At 1-year follow-up, under therapy with metoprolol retard, recurring supraventricular and ventricular tachycardic runs occurred during jogging and were successfully treated by appropriate ICD discharges. Atrial fibrillation did not recur. Vigilant programming of ICDs and discussions to minimise medication noncompliance are vital because even an inappropriate shock can trigger an electrical storm with multiple shocks. The patient has now returned to his country of birth. He was instructed to be strictly followed up by a local cardiologist experienced in arrhythmias and ICD therapy.
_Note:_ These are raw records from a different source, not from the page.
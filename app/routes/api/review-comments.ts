import { requireReview } from "~/auth/require-review.server";
import { addReviewComment, commentSchema } from "~/services/comment-review.server";
import { describeComments } from "~/services/describe-review.server";
import { handleApi } from "~/utils/api-handler.server";
import { requireJson, requireMethod } from "~/utils/parse-request.server";
import { problemResponse } from "~/utils/problem-response.server";
import type { Route } from "./+types/review-comments";

/** `GET /api/v1/reviews/{id}/comments`: oldest first. */
export const loader = handleApi(async ({ request, params }: Route.LoaderArgs) => {
  const { review } = await requireReview(request, params.reviewId, "read");
  return Response.json(await describeComments(review), { headers: { "cache-control": "no-store" } });
});

/** `POST` a comment or a reply. */
export const action = handleApi(async ({ request, params }: Route.ActionArgs) => {
  const { caller, model, review } = await requireReview(request, params.reviewId, "comment");
  requireMethod(request, "POST");
  const added = await addReviewComment(caller, model, review, await requireJson(request, commentSchema));
  if (!added.ok) return problemResponse(422, added.problems);
  const made = (await describeComments(review)).find((comment) => comment.id === added.value.id);
  return Response.json(made, { status: 201 });
});
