import js from "@eslint/js";
import tseslint from "typescript-eslint";

/** Globals of plain JavaScript run by Node.js; TypeScript files are checked by the compiler. */
const nodeGlobals = Object.fromEntries(
  [
    "process",
    "console",
    "Buffer",
    "URL",
    "AbortSignal",
    "AbortController",
    "fetch",
    "setTimeout",
    "clearTimeout",
    "setInterval",
    "clearInterval",
  ].map((name) => [name, "readonly"]),
);

export default tseslint.config(
  { ignores: ["build/", "node_modules/", ".react-router/", "data/", "data-demo/", "drizzle/"] },
  { linterOptions: { reportUnusedDisableDirectives: "error" } },
  js.configs.recommended,
  ...tseslint.configs.strict,
  {
    languageOptions: { globals: nodeGlobals },
    rules: {
      "@typescript-eslint/no-explicit-any": "error",
      "@typescript-eslint/no-non-null-assertion": "error",
      "@typescript-eslint/consistent-type-imports": "error",
      "@typescript-eslint/no-unused-vars": ["error", { argsIgnorePattern: "^_", ignoreRestSiblings: true }],
      "@typescript-eslint/no-extraneous-class": "off",
      "@typescript-eslint/unified-signatures": "off",
      "no-irregular-whitespace": ["error", { skipStrings: true, skipTemplates: true }],
      eqeqeq: "error",
      "no-console": ["error", { allow: ["warn", "error"] }],
    },
  },
  { files: ["app/cli/**", "tests/**", "app/server.ts"], rules: { "no-console": "off" } },
);
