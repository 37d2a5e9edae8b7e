import { requireCaller } from "~/auth/caller.server";
import { describeTestServer } from "~/services/describe-test-server.server";
import { readTestServerLog, requireTestServer } from "~/services/find-test-server.server";
import { stopTestServer } from "~/services/stop-test-server.server";
import { handleApi } from "~/utils/api-handler.server";
import { requireMethod } from "~/utils/parse-request.server";
import type { Route } from "./+types/test-server";

/** `GET /api/v1/test-servers/:testServerId` with the end of its log. */
export const loader = handleApi(async ({ request, params }: Route.LoaderArgs) => {
  const server = requireTestServer(await requireCaller(request), params.testServerId, "read");
  return Response.json(describeTestServer(server, readTestServerLog(server.id)), { headers: { "cache-control": "no-store" } });
});

/** `DELETE`: answers when the process is gone and the port is free. */
export const action = handleApi(async ({ request, params }: Route.ActionArgs) => {
  const caller = await requireCaller(request);
  const server = requireTestServer(caller, params.testServerId, "test-server.run");
  requireMethod(request, "DELETE");
  await stopTestServer(server, caller);
  return new Response(null, { status: 204 });
});
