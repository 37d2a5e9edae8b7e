import { requireModel } from "~/auth/require-model.server";
import { presentRevisions } from "~/presenters/revisions.server";
import { freezeRevision, freezeSchema } from "~/services/freeze-revision.server";
import { handleApi } from "~/utils/api-handler.server";
import { requireJson, requireMethod } from "~/utils/parse-request.server";
import { failWith, problemResponse } from "~/utils/problem-response.server";
import type { Route } from "./+types/revisions";

/** `GET /api/v1/models/{id}/revisions`: newest first. */
export const loader = handleApi(async ({ request, params }: Route.LoaderArgs) => {
  const { model } = await requireModel(request, params.modelId, "read");
  return Response.json(await presentRevisions(model), { headers: { "cache-control": "no-store" } });
});

/** `POST` `{message}`: freezes the working state. */
export const action = handleApi(async ({ request, params }: Route.ActionArgs) => {
  const { caller, model } = await requireModel(request, params.modelId, "revision.freeze");
  requireMethod(request, "POST");
  const { message } = await requireJson(request, freezeSchema);
  const frozen = await freezeRevision(caller, model, message);
  if (!frozen.ok) return problemResponse(frozen.problems[0]?.code === "revision.unchanged" ? 409 : 422, frozen.problems);
  const made = (await presentRevisions(model)).find((revision) => revision.number === frozen.value.number);
  if (!made) throw failWith(404, "request.not-found");
  return Response.json(made, { status: 201 });
});
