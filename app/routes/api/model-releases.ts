import { requireModel } from "~/auth/require-model.server";
import { readModelReleases } from "~/services/read-release.server";
import { handleApi, refuseChanges } from "~/utils/api-handler.server";
import type { Route } from "./+types/model-releases";

/** `GET /api/v1/models/{id}/releases`: newest first, withdrawn ones among them. */
export const loader = handleApi(async ({ request, params }: Route.LoaderArgs) => {
  const { model } = await requireModel(request, params.modelId, "read");
  return Response.json(await readModelReleases(model), { headers: { "cache-control": "no-store" } });
});

export const action = refuseChanges;
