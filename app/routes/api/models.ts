import { z } from "zod";
import { assertMay, requireCaller, requireOrganization } from "~/auth/caller.server";
import { presentModels } from "~/presenters/api-models.server";
import { toModelJson } from "~/utils/api-schemas";
import { importModel } from "~/services/import-model.server";
import { MAX_UPLOAD_BYTES, readUpload } from "~/services/read-upload.server";
import { toFileName } from "~/services/export-model.server";
import { handleApi } from "~/utils/api-handler.server";
import { requireFields, requireMediaType, requireMethod } from "~/utils/parse-request.server";
import { problemResponse } from "~/utils/problem-response.server";
import { readBody } from "~/utils/read-body.server";
import type { Route } from "./+types/models";

const querySchema = z.object({ name: z.string().trim().min(1).max(100).optional(), kind: z.enum(["types", "machines"]).optional() });

/** `GET /api/v1/models` */
export const loader = handleApi(async ({ request }: Route.LoaderArgs) => {
  const caller = await requireCaller(request);
  const { organizationId } = requireOrganization(request, caller);
  assertMay(caller, "read", organizationId);
  return Response.json(await presentModels(organizationId), { headers: { "cache-control": "no-store" } });
});

/** `POST /api/v1/models?name=` with a NodeSet2 file as the body. */
export const action = handleApi(async ({ request }: Route.ActionArgs) => {
  const caller = await requireCaller(request);
  requireMethod(request, "POST");
  const { organizationId } = requireOrganization(request, caller);
  assertMay(caller, "model.edit", organizationId);
  requireMediaType(request, "application/xml", "text/xml");
  const { name, kind } = requireFields(querySchema, Object.fromEntries(new URL(request.url).searchParams));
  const body = await readBody(request, MAX_UPLOAD_BYTES, "limit.file-size");
  if (!body.ok) return problemResponse(body.problems[0]?.code === "limit.file-size" ? 413 : 422, body.problems);
  const upload = await readUpload(body.value, `${name === undefined ? "upload" : toFileName(name)}.xml`, { signal: request.signal });
  if (!upload.ok) return problemResponse(422, upload.problems);
  const intent = { ...(name === undefined ? {} : { name }), ...(kind === undefined ? {} : { kind }) };
  const imported = await importModel(caller, organizationId, upload.value, intent);
  if (!imported.ok) {
    const isTaken = imported.problems.every((p) => p.code === "model.namespace-taken");
    return problemResponse(isTaken ? 409 : 422, imported.problems);
  }
  const model = toModelJson(imported.value);
  return Response.json(model, { status: 201, headers: { location: `/api/v1/models/${model.id}` } });
});
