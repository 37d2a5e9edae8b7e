import { requireRelease } from "~/auth/require-review.server";
import { toReleaseSummary } from "~/services/read-release.server";
import { handleApi, refuseChanges } from "~/utils/api-handler.server";
import type { Route } from "./+types/release";

/** `GET /api/v1/releases/{id}` */
export const loader = handleApi(async ({ request, params }: Route.LoaderArgs) => {
  const { model, release } = await requireRelease(request, params.releaseId, "read");
  return Response.json(toReleaseSummary(release, model.name), { headers: { "cache-control": "no-store" } });
});

export const action = refuseChanges;
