import { requireModel } from "~/auth/require-model.server";
import { requireLiveTarget } from "~/services/live-target.server";
import { asBuiltIntentSchema, startAsBuilt } from "~/services/make-as-built.server";
import { describeRun, listAsBuilt } from "~/services/read-as-built.server";
import { handleApi } from "~/utils/api-handler.server";
import { requireJson, requireMethod } from "~/utils/parse-request.server";
import { problemResponse } from "~/utils/problem-response.server";
import type { Route } from "./+types/as-built-reports";

/** `GET /api/v1/models/{id}/as-built-reports`: newest first. */
export const loader = handleApi(async ({ request, params }: Route.LoaderArgs) => {
  const { model } = await requireModel(request, params.modelId, "read");
  return Response.json(await listAsBuilt(model.id), { headers: { "cache-control": "no-store" } });
});

/** `POST`: starts a run and answers at once; the caller asks for the run until it is done or has failed. */
export const action = handleApi(async ({ request, params }: Route.ActionArgs) => {
  const { caller, model } = await requireModel(request, params.modelId, "as-built.record");
  requireMethod(request, "POST");
  const intent = await requireJson(request, asBuiltIntentSchema);
  const target = await requireLiveTarget(caller, intent.targetId, "read");
  const run = await startAsBuilt(caller, model, target, intent);
  if (!run.ok) return problemResponse(422, run.problems);
  return Response.json(describeRun(run.value), { status: 202, headers: { location: `/api/v1/as-built-runs/${run.value.id}` } });
});
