import { requireModel } from "~/auth/require-model.server";
import { branchModel, branchSchema, listModelVariants } from "~/services/branch-model.server";
import { handleApi } from "~/utils/api-handler.server";
import { toModelJson } from "~/utils/api-schemas";
import { requireJson, requireMethod } from "~/utils/parse-request.server";
import { problemResponse } from "~/utils/problem-response.server";
import type { Route } from "./+types/model-variants";

/** `GET /api/v1/models/{id}/variants` */
export const loader = handleApi(async ({ request, params }: Route.LoaderArgs) => {
  const { model } = await requireModel(request, params.modelId, "read");
  return Response.json((await listModelVariants(model)).map(toModelJson), { headers: { "cache-control": "no-store" } });
});

/** `POST` `{revision, name}`: a branch of the model for a trial. */
export const action = handleApi(async ({ request, params }: Route.ActionArgs) => {
  const { caller, model } = await requireModel(request, params.modelId, "model.edit");
  requireMethod(request, "POST");
  const made = await branchModel(caller, model, await requireJson(request, branchSchema));
  return made.ok ? Response.json(toModelJson(made.value), { status: 201 }) : problemResponse(422, made.problems);
});
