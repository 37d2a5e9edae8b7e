import { requireReview } from "~/auth/require-review.server";
import { decideReview, decisionSchema } from "~/services/decide-review.server";
import { describeReview, findReviewAgain } from "~/services/describe-review.server";
import { handleApi } from "~/utils/api-handler.server";
import { requireJson, requireMethod } from "~/utils/parse-request.server";
import { problemResponse } from "~/utils/problem-response.server";
import type { Route } from "./+types/review-decision";

/** `POST /api/v1/reviews/{id}/decision` `{decision, note?}` */
export const action = handleApi(async ({ request, params }: Route.ActionArgs) => {
  const { caller, model, review } = await requireReview(request, params.reviewId, "review.decide");
  requireMethod(request, "POST");
  const decided = await decideReview(caller, model, review, await requireJson(request, decisionSchema));
  if (!decided.ok) return problemResponse(409, decided.problems);
  return Response.json(await describeReview(model, await findReviewAgain(review)));
});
This patient has a CPVT and a worrisome family history of SCD and a channelopathy. Stress testing showed ST down-sloping, QRS conduction disturbances, after-repolarisation arrhythmias and secondary (memory-induced) T negativity. These changes prove relevant ­catecholaminergic activation. In the absence of myocardial ischaemia and/or dilatative cardiomyopathy, similar arrhythmias are found in patients with exaggerated sympathetic stimulation, such as patients with cerebral haematoma. These ECG changes indicate a high risk for SCD.

The past 20 years have witnessed an incredible advancement in in the role of genetics on cardiac arrhythmias [3, 4]. The case underlines the importance of ICD in patients with recurring syncopes, a worrisome family history of SCD with a genetically proven CPVT in different family members.